The people with a brain and a sensible comment to make “have been drowned out by all the other crap -- low-brow, insult-filled, intolerant of opposing views, and unspeakably tedious.” Coyne wrote. “I have no desire for this site to serve as a clubhouse for hard-right wackos, usually anonymous, with way too much time on their hands.”
Eventually, your humble e-scribbler opened the comments again but they quickly proved to be more of a pain than anything else. There were some memorable and valuable discussions. But for the most part, the comments section was filled with partisan crap from folks who preferred to sling crap from behind a cloak of invisibility.

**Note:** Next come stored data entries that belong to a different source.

"use server";

import type { Route } from "next";
import { revalidatePath } from "next/cache";
import { redirect } from "next/navigation";
import { ulid } from "ulid";
import { action, type ActionResult } from "@/lib/action";
import { attachMachine } from "@/lib/checks/attach-machine";
import { startRecheck } from "@/lib/checks/start-recheck";

/** A server action can be called with anything at all: only a form has fields. */
const field = (form: unknown, name: string): unknown => (form instanceof FormData ? form.get(name) : undefined);

/** Start a re-check of the check in the form and go to it. */
export async function recheckAction(_last: ActionResult<unknown> | null, form: FormData): Promise<ActionResult<unknown>> {
  const result = await action("check:run", (person, id) => startRecheck(person, String(id), { id: ulid() }))(field(form, "check"));
  if (result.ok) redirect(`/checks/${result.data.id}` as Route);
  return result;
}

/** Attach the finished check in the form to a machine. */
export async function attachMachineAction(_last: ActionResult<unknown> | null, form: FormData): Promise<ActionResult<unknown>> {
  const id = String(field(form, "check"));
  const result = await action("check:run", (person, machineId) => attachMachine(person, id, { machineId }))(field(form, "machineId"));
  if (result.ok) revalidatePath(`/checks/${encodeURIComponent(id)}`);
  return result;
}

Once they got tired of being ignored there, the arseholes moved to Twitter. Thankfully, the Twitter gnomes created a button that let’s you mute people. #nlpoli is much less busy and much more interesting if you take the hard rule of muting all the fake IDs, except the good parodies. Some days you can go hours without seeing a new tweet once you mute the noise.
What wasn’t that was some spammer posting links to some some site offering Viagra, Russian mail-order brides or other uselessness. Imposing comment rules moderation got rid of all that but still, sensible people – even folks who wanted to violently disagree using their real identity – were so few and far between that no one bothered making comments after a while.
That’s the customarily long winded way of saying that comments at SRBP are now gone for good. Folks wanting to offer their opinions on stuff posted here can still e-mail ed_hollett@hotmail.com or tweet @edhollett.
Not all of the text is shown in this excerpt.